The wider trust signal points the same direction. One analysis found that confidence in fully autonomous AI fell from 43% to 27% over 2025, while fewer than 10% of organizations reported robust governance frameworks (AURA, 2025). We read those figures cautiously, since they aggregate across sectors, but the message is consistent with what serious healthcare buyers are saying out loud. The reasonable posture, in the words of one practitioner, is to treat clinical agentic AI as being in its "Year 1," comparable to the early days of cybersecurity, where full autonomy in high-stakes settings is not yet warranted.

This is why constrained autonomy wins. The best systems do less than they technically could because the marginal task they give up is rarely worth the oversight it would cost.

What separates a real system from theater

The 2026 market is crowded with what buyers at the JP Morgan Healthcare Conference described as generic models repackaged as clinical AI (ACL Digital, 2026). The era of rewarding any pitch deck with "AI" on it is closing. The distinguishing features are unglamorous and verifiable.

Auditability. Every action an agent takes should leave a complete, immutable trail. Under HIPAA, demonstrable access and audit controls are a baseline for any system touching protected health information, not an add-on.

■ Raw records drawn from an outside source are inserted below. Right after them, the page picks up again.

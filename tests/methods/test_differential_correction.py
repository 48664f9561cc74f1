import numpy as np
import pytest
from scipy.optimize import linprog

from identkit.methods.arnoldi_basis import arnoldi_basis
from identkit.methods.differential_correction import (
    RatioBounds,
    cancelling_factor,
    constant_ratio,
    lower_ratio,
)


def bounds_of(lower, upper=None, ceiling=None):
    count = lower.size
    return RatioBounds(
        np.cos(np.linspace(0.02, np.pi - 0.02, count)),
        lower,
        lower if upper is None else upper,
        np.full(count, np.inf) if ceiling is None else ceiling,
        np.full(count, 1.0 / count),
    )


def plain_bisection(bounds, order, levels):
    """Slow twin: bisection on the level with one linear program per step, Chebyshev basis."""
    basis = np.polynomial.chebyshev.chebvander(bounds.x, order)
    low, high = levels
    while high / low > 1.0 + 1e-5:
        level = (low * high) ** 0.5
        scale = (bounds.lower * bounds.limit(level)) ** 0.5
        rows = np.vstack(
            [
                np.hstack([-basis / scale[:, None], basis * (bounds.lower / scale)[:, None]]),
                np.hstack(
                    [basis / scale[:, None], -basis * (bounds.limit(level) / scale)[:, None]]
                ),
                np.hstack([0.0 * basis, -basis]),
            ]
        )
        needed = np.concatenate([np.zeros(2 * basis.shape[0]), -np.ones(basis.shape[0])])
        solved = linprog(np.zeros(rows.shape[1]), rows, needed, bounds=(None, None))
        low, high = (low, level) if solved.status == 0 else (level, high)
    return high


@pytest.mark.parametrize("order", [1, 2, 3, 4])
@pytest.mark.parametrize("seed", range(4))
def test_level_agrees_with_plain_bisection(order, seed):
    rng = np.random.default_rng(seed)
    theta = np.linspace(0.0, np.pi, 120)
    lower = np.exp(sum(rng.standard_normal() * np.cos(k * theta) / k for k in range(1, 7)))
    bounds = bounds_of(lower)
    start = constant_ratio(bounds)
    found = lower_ratio(
        bounds, order, (start.numerator, start.denominator), tolerance=1e-4, initial=start
    )
    assert found.settled
    assert found.best.level <= found.floor * (1.0 + 1e-4) + 1e-12
    slow = plain_bisection(bounds, order, (1.0, start.level))
    assert found.best.level == pytest.approx(slow, rel=3e-4)
    assert found.floor <= slow * (1.0 + 1e-5)


def test_pair_keeps_the_bounds_and_its_own_coefficients():
    theta = np.linspace(0.0, np.pi, 120)
    bounds = bounds_of(np.exp(np.cos(3.0 * theta)))
    start = constant_ratio(bounds)
    pair = lower_ratio(bounds, 3, (start.numerator, start.denominator), tolerance=1e-3).best
    ratio = pair.numerator / pair.denominator
    assert np.all(ratio >= bounds.lower * (1.0 - 1e-12))
    assert np.all(ratio <= pair.level * bounds.upper * (1.0 + 1e-12))
    values = [
        basis.evaluate(bounds.x) @ part
        for basis, part in zip(pair.bases, pair.coefficients, strict=True)
    ]
    np.testing.assert_allclose(values[0] / values[1], ratio, rtol=1e-9)


def test_impossible_ceiling_is_proven_and_the_point_named():
    lower = np.linspace(1.0, 2.0, 50)
    ceiling = np.full(50, np.inf)
    ceiling[:5] = 1.2
    bounds = bounds_of(lower, upper=np.where(np.isfinite(ceiling), ceiling, 1e6))
    start = constant_ratio(bounds)
    found = lower_ratio(bounds, 1, (start.numerator, start.denominator), tolerance=1e-4)
    assert found.best.level < 1.0
    lower[2] = 1.5  # a hump under a flat ceiling that a first-order ratio cannot follow
    ceiling = 1.02 * lower
    bounds = bounds_of(lower, upper=ceiling)
    found = lower_ratio(
        bounds, 1, (start.numerator, start.denominator), tolerance=1e-4, stop_level=1.0
    )
    assert found.floor > 1.0
    assert 0 <= found.deciding < 50


def test_search_stops_after_its_programs():
    theta = np.linspace(0.0, np.pi, 120)
    bounds = bounds_of(np.exp(np.cos(5.0 * theta)))
    start = constant_ratio(bounds)
    found = lower_ratio(
        bounds, 4, (start.numerator, start.denominator), tolerance=1e-6, most_programs=2
    )
    assert not found.settled


def test_common_dip_is_found_and_single_ones_are_not():
    x = np.linspace(-1.0, 1.0, 2001)
    measure = np.full(2001, 1.0 / 2001)
    basis, values = arnoldi_basis(x, np.ones(2001), measure, 2)
    near, far = (values.T @ (measure * ((x - a) ** 2 + 1e-6)) for a in (0.3, -0.4))
    common = cancelling_factor(x, (basis, basis), (near, near))
    assert common[np.argmin(np.abs(x - 0.3))] < 1e-4
    assert common[0] > 0.5
    np.testing.assert_array_equal(cancelling_factor(x, (basis, basis), (near, far)), 1.0)
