"""Levenberg-Marquardt search: exact on linear problems, honest on impossible ones."""

import numpy as np
import pytest

from identkit.methods.levenberg_marquardt import damped_step, least_squares, minimise


def line_problem(rng):
    design = np.column_stack([np.ones(40), np.linspace(0.0, 1e6, 40)])
    return design, design @ [2.0, 3e-6] + 0.1 * rng.standard_normal(40)


def test_linear_problem_equals_ordinary_least_squares():
    design, data = line_problem(np.random.default_rng(0))
    fit = least_squares(lambda b: data - design @ b, lambda b: -design, np.zeros(2))
    exact, total, _, _ = np.linalg.lstsq(design, data)
    np.testing.assert_allclose(fit.point, exact, rtol=1e-12)
    expected = np.linalg.inv(design.T @ design) * total[0] / 38
    np.testing.assert_allclose(fit.covariance, expected, rtol=1e-8)
    assert fit.converged


def test_step_survives_a_dependent_pair_of_columns():
    hessian = np.ones((2, 2))
    step = damped_step(hessian, np.ones(2), 0.0)
    assert np.isfinite(step).all()
    assert hessian @ step == pytest.approx(np.ones(2), rel=1e-6)


def test_forbidden_points_are_not_entered():
    def evaluate(x):
        cost = float((x[0] + 3.0) ** 2) if x[0] >= 1.0 else np.inf
        return cost, x

    found = minimise(evaluate, lambda x: (np.eye(1), -(x + 3.0)), np.array([5.0]))
    assert found.point[0] >= 1.0
    assert np.isfinite(found.cost)


def test_does_not_claim_success_when_the_gradient_lies():
    found = minimise(
        lambda x: (float(1.0 + x[0] ** 2), x), lambda x: (np.eye(1), x + 1.0), np.array([0.0])
    )
    assert not found.converged


def test_step_limit_holds():
    seen = []

    def evaluate(x):
        seen.append(x[0])
        return float((x[0] - 10.0) ** 2), x

    minimise(evaluate, lambda x: (np.eye(1), 10.0 - x), np.zeros(1), step_limit=np.array([0.5]))
    assert max(np.diff(seen)) <= 0.5 + 1e-12
    assert seen[-1] == pytest.approx(10.0, abs=1e-3)
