from dataclasses import replace

import numpy as np
import pytest

from identkit.methods.modal_model import ModalParameters, modal_response
from identkit.methods.modal_transfer import modal_poles, modal_value, modal_zeros
from identkit.methods.state_space import modal_realisation
from tests.methods.families import plant


@pytest.mark.parametrize("base", ["free", "pivot", "none"])
def test_values_poles_and_zeros(base: str) -> None:
    parameters = plant(np.random.default_rng(3), base)
    grid = np.geomspace(30.0, 3e4, 50)
    expected = modal_response(grid, replace(parameters, delay=0.0))
    np.testing.assert_allclose(modal_value(2j * np.pi * grid, parameters), expected, rtol=1e-12)
    poles = modal_realisation(parameters).poles()
    poles = poles[np.abs(poles) > 1.0]
    found = modal_poles(parameters)
    assert len(found) == len(poles)
    for pole in poles:
        assert np.min(np.abs(found / pole - 1.0)) < 1e-9
    zeros = modal_zeros(parameters)
    assert len(zeros) == modal_realisation(parameters).states
    terms = np.abs(modal_value(1.01 * zeros, parameters))
    assert np.all(np.abs(modal_value(zeros, parameters)) < 1e-9 * terms)


def test_product_of_poles_and_zeros_is_the_plant() -> None:
    parameters = plant(np.random.default_rng(8))
    zeros, poles = modal_zeros(parameters), modal_poles(parameters)
    s = 2j * np.pi * np.geomspace(50.0, 22e3, 40)
    ratio = np.prod((s[:, None] - zeros) / (s[:, None] - poles), axis=1)
    expected = modal_value(s, parameters)
    np.testing.assert_allclose(parameters.feedthrough * ratio, expected, rtol=1e-8)


def test_zeros_at_infinity_are_infinite() -> None:
    parameters = replace(plant(base="none"), feedthrough=0.0)
    zeros = modal_zeros(parameters)
    assert np.sum(~np.isfinite(zeros) | (np.abs(zeros) > 1e9)) == 2


def test_overdamped_and_growing_modes() -> None:
    parameters = ModalParameters(
        np.array([10.0, 20.0]), np.array([50.0, -0.1]), np.ones(2), np.zeros(2), "none"
    )
    poles = modal_poles(parameters)
    natural = 2.0 * np.pi * np.array([10.0, 20.0])
    for k, (w, z) in enumerate(zip(natural, [50.0, -0.1], strict=True)):
        for pole in poles[k::2]:
            assert abs(pole**2 + 2.0 * z * w * pole + w**2) < 1e-10 * abs(w**2)
    assert np.sum(poles.real > 0.0) == 2
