import numpy as np
import pytest

from identkit.methods.winding_number import turns_around_zero


@pytest.mark.parametrize("turns", [-3, -1, 0, 1, 2])
def test_closed_curves_turn_as_often_as_they_were_made_to(turns: int) -> None:
    angle = np.linspace(0.0, 2.0 * np.pi, 200)
    curve = np.exp(1j * turns * angle) * (1.0 + 0.4 * np.sin(3.0 * angle))
    assert turns_around_zero(curve) == turns


def test_a_curve_within_one_of_one_never_turns() -> None:
    rng = np.random.default_rng(4)
    curve = 1.0 + 0.999 * rng.random(500) * np.exp(2j * np.pi * rng.random(500))
    assert turns_around_zero(curve) == 0


def test_zeros_less_poles_in_the_right_half_plane() -> None:
    """Principle of the argument over the whole axis; s runs upwards, clockwise around it."""
    s = 1j * np.sinh(np.linspace(-12.0, 12.0, 20001))
    value = (s - 1.0) * (s - 2.0) / ((s + 1.0) * (s + 3.0)) * (s + 5.0) / (s - 5.0)
    assert turns_around_zero(value) == -(2 - 1)
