"""Intervals of a modal fit to averaged spectra cover what they say only with the correlation in."""

import numpy as np
import pytest
from scipy.signal import lfilter

from identkit.methods.averaged_spectra import averaged_spectra
from identkit.methods.direct_response import output_noise_response
from identkit.methods.line_correlation import inflated_covariance, pooled_inflation
from identkit.methods.modal_fit import fit_modal_model
from identkit.methods.modal_model import ModalParameters, modal_derivatives, modal_response

RATE, SEGMENT, TRIALS = 10_000.0, 1024, 400
PLANT = ModalParameters(*(np.array([v]) for v in (1000.0, 0.06, 4e7, 0.0)), "none")


def estimates(generator):
    """Averaged spectra of one resonance, made in the frequency domain from periodic records.

    The record is one period of a periodic signal, so the response of its lines is exactly the
    plant; what is left is the noise, and the window's effect on it.
    """
    samples = SEGMENT * 10
    frequency = np.fft.rfftfreq(samples, 1.0 / RATE)
    response = modal_response(np.maximum(frequency, 1e-3), PLANT)
    for _ in range(TRIALS):
        u = generator.standard_normal(samples)
        y = np.fft.irfft(response * np.fft.rfft(u), samples)
        y = y + 2.0 * lfilter([1.0], [1.0, -0.3], generator.standard_normal(samples))
        spectra = averaged_spectra(np.stack([u, y]), 1.0 / RATE, SEGMENT)
        found = output_noise_response(spectra, [0], [1])
        use = (found.frequency > 300.0) & (found.frequency < 3000.0)
        yield found.frequency[use], found.response[use, 0, 0], found.variance[use, 0, 0], found


def smoothed(variance):
    """About 17 averages tell the variance of one line badly; 15 lines together tell it well."""
    return np.convolve(np.pad(variance, 7, mode="edge"), np.ones(15) / 15, mode="valid")


@pytest.mark.slow
def test_intervals_of_modal_frequency_cover_as_stated():
    """95 % intervals: about 85 % as if lines were independent, 95 % with their correlation."""
    scaled, naive = [], []
    for frequency, response, variance, found in estimates(np.random.default_rng(2)):
        fit = fit_modal_model(
            frequency,
            response,
            smoothed(variance),
            base="none",
            modes=1,
            delay=False,
            feedthrough=False,
        )
        place = fit.parameter_names.index("modal_frequency_1")
        slopes = modal_derivatives(frequency, fit.parameters, general=False)[:, 2:]
        smooth = smoothed(variance)
        covariance = inflated_covariance(slopes / np.sqrt(smooth)[:, None], found.correlation)
        error = fit.parameters.modal_frequency[0] - 1000.0
        scaled.append(error / np.sqrt(covariance[0, 0]))
        naive.append(error / np.sqrt(fit.covariance[place, place]))
    inside = np.mean(np.abs(scaled) < 1.96)
    assert 0.93 <= inside <= 0.97
    assert np.mean(np.abs(naive) < 1.96) < 0.90
    widening = np.std(naive) / np.std(scaled)
    assert widening**2 == pytest.approx(pooled_inflation(found.correlation), rel=0.15)
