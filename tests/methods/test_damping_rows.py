import numpy as np
import pytest

from identkit.methods.damping_rows import offending, rows_around, warped


@pytest.mark.parametrize(("damping", "kept"), [(0.0098, False), (0.0102, True)])
def test_rows_tell_a_single_pair_above_from_one_below_the_floor(damping, kept):
    """P = |p(j omega)|^2 of one pair: the rule is exact to first order in the damping ratio."""
    natural, centre = 300.0, 100.0
    root = natural * np.array([-damping + 1j * np.sqrt(1.0 - damping**2)])
    rows = rows_around(root, 0.01, centre, on_numerator=False)

    def squared(x):
        u = (1.0 - x) / (1.0 + x) * centre**2
        return ((natural**2 - u) ** 2 + 4.0 * damping**2 * natural**2 * u) * (1.0 + x) ** 2

    margin = squared(rows.at) - rows.share * squared(rows.beside)
    assert bool(np.all(margin >= 0.0)) is kept
    assert not rows.on_numerator.any()


def test_offending_roots_are_given_once():
    roots = np.array([-0.001 + 1j, -0.001 - 1j, -0.5 + 1j, -0.5 - 1j, -3.0 + 0j])
    np.testing.assert_array_equal(offending(roots, 0.01), [-0.001 + 1j])


def test_warp_maps_rest_and_infinity_to_the_ends():
    np.testing.assert_allclose(warped(np.array([0.0, 7.0, np.inf]), 7.0), [1.0, 0.0, -1.0])
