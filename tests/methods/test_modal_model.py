"""Modal model: its derivatives against differences, its limits against closed forms."""

import numpy as np
import pytest

from identkit.methods.modal_model import (
    ModalParameters,
    modal_derivatives,
    modal_response,
    parameter_names,
)
from tests.methods.invented_plants import Kind, draw, plant


def as_vector(plant, general):
    modes = np.column_stack(
        [plant.modal_frequency, plant.damping_ratio, plant.residue]
        + ([plant.residue_rate] if general else [])
    )
    base = {
        "free": [plant.base_gain],
        "pivot": [plant.base_frequency, plant.base_damping_ratio, plant.base_residue],
        "none": [],
    }[plant.base]
    return np.concatenate([[plant.delay, plant.feedthrough], base, modes.ravel()])


def as_plant(vector, base, general):
    first = {"free": 3, "pivot": 5, "none": 2}[base]
    modes = vector[first:].reshape(-1, 4 if general else 3)
    pivot = vector[2:5] if base == "pivot" else np.zeros(3)
    return ModalParameters(
        modes[:, 0], modes[:, 1], modes[:, 2],
        modes[:, 3] if general else np.zeros(len(modes)), base,
        base_gain=vector[2] if base == "free" else 0.0,
        base_frequency=pivot[0], base_damping_ratio=pivot[1], base_residue=pivot[2],
        feedthrough=vector[1], delay=vector[0],
    )  # fmt: skip


@pytest.mark.parametrize("general", [False, True])
@pytest.mark.parametrize("base", ["free", "pivot", "none"])
def test_derivatives_agree_with_differences(base, general):
    drawn = draw(np.random.default_rng(3), base=base, general=general, modes=3, points=200)
    exact = modal_derivatives(drawn.frequency, drawn.truth, general=general)
    vector = as_vector(drawn.truth, general)
    assert exact.shape == (200, len(parameter_names(base, 3, general=general)))
    for k, value in enumerate(vector):
        step = 1e-6 * abs(value)
        up, down = vector.copy(), vector.copy()
        up[k], down[k] = value + step, value - step
        change = modal_response(drawn.frequency, as_plant(up, base, general))
        change = change - modal_response(drawn.frequency, as_plant(down, base, general))
        rounding = 1e-15 * np.max(np.abs(drawn.response)) / step
        atol = 2e-7 * np.max(np.abs(exact[:, k])) + rounding
        np.testing.assert_allclose(exact[:, k], change / (2 * step), rtol=1e-6, atol=atol)


def test_names_follow_the_order_of_derivatives():
    assert parameter_names("pivot", 1, general=True) == (
        "delay", "feedthrough", "base_frequency", "base_damping_ratio", "base_residue",
        "modal_frequency_1", "damping_ratio_1", "residue_1", "residue_rate_1",
    )  # fmt: skip
    assert parameter_names("free", 1, general=False)[2] == "base_gain"


def test_static_deflection_and_high_frequency_limit():
    one = ModalParameters(
        np.array([100.0]), np.array([0.02]), np.array([5.0]), np.zeros(1), "none", feedthrough=0.25
    )
    low, high = modal_response(np.array([1e-6, 1e9]), one)
    assert low == pytest.approx(5.0 / (2 * np.pi * 100.0) ** 2 + 0.25)
    assert high == pytest.approx(0.25)


def test_delay_turns_and_keeps_size():
    kind = Kind(modes=2)
    truth = plant(np.random.default_rng(1), kind)
    frequency = np.geomspace(60.0, 2e4, 50)
    plain = ModalParameters(**{**truth.__dict__, "delay": 0.0})
    ratio = modal_response(frequency, truth) / modal_response(frequency, plain)
    np.testing.assert_allclose(ratio, np.exp(-2j * np.pi * frequency * truth.delay), atol=1e-12)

Scoped permissions. An agent should hold the narrowest system access its task requires, with a clear owner, rather than broad standing credentials. The Health Information Sharing and Analysis Center has already flagged weak governance and credential misuse as live risks in agentic deployments (ISMG, 2026).

The right human in the loop. For high-stakes clinical decisions, the agent recommends and a human approves before action, which is the human-in-the-loop model that regulatory frameworks such as the EU AI Act effectively require for high-risk systems (EW Solutions, 2026). For lower-risk, high-volume administrative work, a human-on-the-loop model, where the agent acts and humans review logs and exceptions, can be appropriate. The skill is matching the oversight model to the stakes, not applying one setting everywhere.

Lifecycle governance. Agents need to be registered, authorized, monitored, updated, and retired under a defined control plane, with telemetry that adjusts oversight to an agent's autonomy and clinical criticality (governance research, 2026). Static, once-a-quarter committee review does not scale to fleets of agents.

Honest evidence. Outputs should be source-linked and outcomes measurable. Vendors who can show what an agent did, why, and to what effect are operating differently from those selling a confidence number.

The takeaway

The organizations that win with agentic AI in healthcare will not be the ones that automate the most. They will be the ones that treat governance as part of the product rather than paperwork bolted on afterward. That is the discipline this technology rewards. Build agents that are auditable, scoped, supervised at the right point, and honest about their evidence, and the autonomy you do grant becomes an asset you can defend. Maximize autonomy for its own sake, and you have built a liability that looks impressive until the first action no one can explain.

At Curely AI, that is the standard we hold our own systems to, because in healthcare the trustworthy system and the valuable system are the same system.